Why I didn’t need it
It’s not 2005 anymore. You don’t have to make an effort to get updates about what’s going on in the world. It will find you on social media, on YouTube, and you’re never more than 1-2 seconds away from knowing the latest news when you grab your phone. No waiting for the evening news, no waiting for tomorrow’s newspaper.
In general, the amount of information that finds its way into our heads has increased manifold, so I read the news when I choose to, and not when it demands to be read based on some engagement-pumping algorithm.
What happened
I may find out about world politics about 10 minutes later than my most stressed-out acquaintances.
Exceptions
In case of an actual crisis, the government can send an alert message to my phone, so I guess there’s that.
3 principles for mobile notifications 📓
I have a simple mental framework for this.
1) Are these interruptions so valuable that they merit regular interruption of focus?
I find it hard to answer this question with yes for almost anything. In fact, I keep my phone in various do-not-disturb modes for large parts of the day.
One way to review this is by considering where most notifications fall in a priority matrix:
Using this, you can see what notifications are actually important to you.
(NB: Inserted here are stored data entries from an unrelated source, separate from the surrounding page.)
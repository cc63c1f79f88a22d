/**
 * Language-server benchmark (`npm run bench`): start-up to first diagnostics; the time from a
 * keystroke-sized edit to the diagnostics of that version on a 200 kB manuscript (median and p95
 * over 200 edits, default debounce included); and resident memory of the server process before
 * and after a replay of 10 000 edits. Figures are printed; nothing is asserted.
 */

import { readFileSync } from 'node:fs';
import { TextDocument } from 'vscode-languageserver-textdocument';
import { LspClient } from '../helpers/lspClient.js';
import { syntheticLatexManuscript } from './syntheticManuscript.js';

const SERVER = new URL('../server.js', import.meta.url).pathname;

function rssMb(pid: number): number {
  const status = readFileSync(`/proc/${pid}/status`, 'utf8');
  return Number(/VmRSS:\s+(\d+)/.exec(status)![1]) / 1024;
}

const quantile = (xs: number[], q: number) => [...xs].sort((a, b) => a - b)[Math.min(xs.length - 1, Math.floor(q * xs.length))];

console.log('\nComove language-server benchmark');
{
  const t0 = performance.now();
  const client = new LspClient(SERVER);
  await client.initialize(null);
  const text = readFileSync(new URL('../../examples/kestrel-survey.tex', import.meta.url), 'utf8');
  await client.open('file:///bench/kestrel-survey.tex', 'latex', text);
  await client.diagnostics('file:///bench/kestrel-survey.tex');
  console.log(`  start-up to first diagnostics (examples/kestrel-survey.tex)   ${(performance.now() - t0).toFixed(0)} ms`);
  await client.shutdown();
}

const client = new LspClient(SERVER);
await client.initialize(null);
const uri = 'file:///bench/manuscript.tex';
let doc = TextDocument.create(uri, 'latex', 1, syntheticLatexManuscript(200_000));
await client.open(uri, 'latex', doc.getText());
await client.diagnostics(uri);
const pid = client.process.pid!;
console.log(`  manuscript: ${(doc.getText().length / 1000).toFixed(0)} kB (synthetic), default debounce 15 ms`);

// Keystrokes in the middle of the text: type a word, then delete it again.
const latencies: number[] = [];
const middle = doc.positionAt(Math.floor(doc.getText().length / 2));
const word = ' lens';
for (let i = 0; i < 200; i++) {
  const typing = i % 10 < 5;
  const at = doc.positionAt(doc.offsetAt(middle) + (typing ? i % 10 : 5 - (i % 10 - 5)));
  const change = typing ? { range: { start: at, end: at }, text: word[i % 5] } : { range: { start: doc.positionAt(doc.offsetAt(at) - 1), end: at }, text: '' };
  const t0 = performance.now();
  const version = await client.change(uri, [change]);
  doc = TextDocument.update(doc, [change], version);
  await client.diagnostics(uri, (p) => p.version === version);
  latencies.push(performance.now() - t0);
}
console.log(`  edit → diagnostics of that version: median ${quantile(latencies, 0.5).toFixed(0)} ms, p95 ${quantile(latencies, 0.95).toFixed(0)} ms (goal p95 ≤ 50 ms)`);

const before = rssMb(pid);
let version = 0;
for (let i = 0; i < 10_000; i++) {
  const at = doc.positionAt(doc.offsetAt(middle) + (i % 2));
  const change = i % 2 === 0 ? { range: { start: at, end: at }, text: 'x' } : { range: { start: doc.positionAt(doc.offsetAt(at) - 1), end: at }, text: '' };
  version = await client.change(uri, [change]);
  doc = TextDocument.update(doc, [change], version);
  if (i === 4999) await client.diagnostics(uri, (p) => p.version === version, 120_000);
}
const middleRss = rssMb(pid);
await client.diagnostics(uri, (p) => p.version === version, 120_000);
const after = rssMb(pid);
console.log(`  server RSS: ${before.toFixed(0)} MB before 10 000 edits, ${middleRss.toFixed(0)} MB after 5 000, ${after.toFixed(0)} MB after 10 000`);
await client.shutdown();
4) Not urgent and not important.
3) Urgent, but not important. For example: “ready to go for lunch?”, “@channel does anyone have a charger?” These do not need to interrupt focused moments. For example, the lunch notification can wait until you’re done, because if you’d be ready, you’d probably be looking at Slack anyway. You’ll be ready faster if you just focus for a moment.
2) Important, but not urgent.
1) Urgent and important. These, I would say, might warrant interruptions, but it still depends exactly how urgent and important they are.
2) If it’s actually urgent, they will call.
The actually urgent stuff will find its way to you. Everything else may be time-sensitive, but not that time-sensitive to warrant immediate interruption.
3) Consider what you already do that makes notifications redundant.
I realised I checked my mail countless times per day, so I didn’t need notifications for it. For Slack, because I get notifications while I’m on my laptop, I realised I didn’t need mobile notifications.
If you’re on WhatsApp 20 times per day anyway, do you really need notifications for every group you’re in?
(- ‿- ) For your ears
British producer Djrum’s music is my go-to for when I’m looking for somewhat cinematic musical journeys that are rooted in one of my most familiar spaces: dancefloors. His latest album, released last April, does a phenomenal job at this and was composed and produced by him over the course of 6 years. On it, he plays piano, harp, mbira, and percussion. I use the word ‘journey’ sparingly when it comes to albums, but it absolutely fits Under Tangled Silence. Enjoy.



These days the only notifications I have enabled are on Signal, where my family and closest friends are. That's it.
God knows Android tries like hell to distract me all the same though. The amount of BS notifications it spews out is ridiculous. Something I probably need to spend some time reviewing as I'd imagine I could turn them off with a bit of searching around.
Great read. I've had *all* notifications disabled for over 10 years. My phone is almost always in silent + do-not-disturb mode. Cal Newport's and Jaron Lanier's books have been a great inspiration on this journey to digital minimalism.